▽

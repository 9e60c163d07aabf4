// SPDX-License-Identifier: GPL-3.0-or-later
// Silence: the noise and hum of the unit in two states, one after the other in one take.
//
//   drive-free      digital zero is sent
//   idle-with-bias  a low tone is sent, 997 Hz (in whole cycles) at the lowest rung's level
//
// Some gear rests when nothing comes in: a gate or an expander closes, a converter mutes itself, a
// dead zone or a steep origin of the curve hides or amplifies its own noise. The low tone keeps it
// at work, as AES17-2015 measures dynamic range in the presence of a signal (clause from memory);
// tone and harmonics, with whatever changes slowly in them, are then taken out before reading
// (method/tone_removal.h). What stays beside the tone (flutter, noise that the tone modulates)
// counts as noise; when it stands within 10 Hz of the tone and makes up more than a tenth of the
// state's noise, the state's noise is flagged `unsteady`.
//
// Figures (curves/scalars.csv, state = drive-free or idle-with-bias), all of them 20 Hz to 20 kHz
// (at most 0.45 of the sample rate), hum included, as recorded: the return's own response is not
// taken out.
//   noise            rms, unweighted, as the level of a sine of that rms, in the return's unit
//   noise-a          the same after A-weighting (IEC 61672-1)
//   noise-468        quasi-peak after the network of ITU-R BS.468-4: level of the steady 1 kHz sine
//                    that reads the same; in dBu what is also written dBqps (common practice). The
//                    reading is the mean of the pointer over the state.
//   hum              one row per mains multiple found (method/hum.h), frequency_hz its frequency
//   hum-total        rms sum of the rows above; with none found, an upper limit for all multiples
//                    to 2 kHz, flag `noise`
//   mains-frequency  Hz, mean over the state; only when hum was found
//
// Uncertainty: type A of a mean square P from one-sided density G over time T is that of Gaussian
// noise, var P = (1/T) int G^2 df, i.e. 2 T P^2 / int G^2 df degrees of freedom (Bendat & Piersol,
// "Random Data", from memory), lines adding 2 P_line G / T; when the blocks scatter more (0.1 %
// chi-square), their scatter replaces it. The quasi-peak reading uses the blocks' scatter, with the
// pointer's memory taken into account. Type B is the return's scale. A state below -150 dBFS is
// digital silence (24 bits alone round at -146): its rows have no value, flag `noise`.
//
// Options: duration_s, of each state; 5 s by default, at least 2 s; whole blocks. Each state is
// preceded by three of the plan's longest time constants.
#pragma once

#include "method/method.h"

namespace kneeprint {

Method silence();

}  // namespace kneeprint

△

Within the data above, the lines from the one with "hum was found" to the one with "scatter, with the" must be repeated exactly; no other line belongs in the answer.

▶ **Answer for the task**
//   mains-frequency  Hz, mean over the state; only when hum was found
//
// Uncertainty: type A of a mean square P from one-sided density G over time T is that of Gaussian
// noise, var P = (1/T) int G^2 df, i.e. 2 T P^2 / int G^2 df degrees of freedom (Bendat & Piersol,
// "Random Data", from memory), lines adding 2 P_line G / T; when the blocks scatter more (0.1 %
// chi-square), their scatter replaces it. The quasi-peak reading uses the blocks' scatter, with the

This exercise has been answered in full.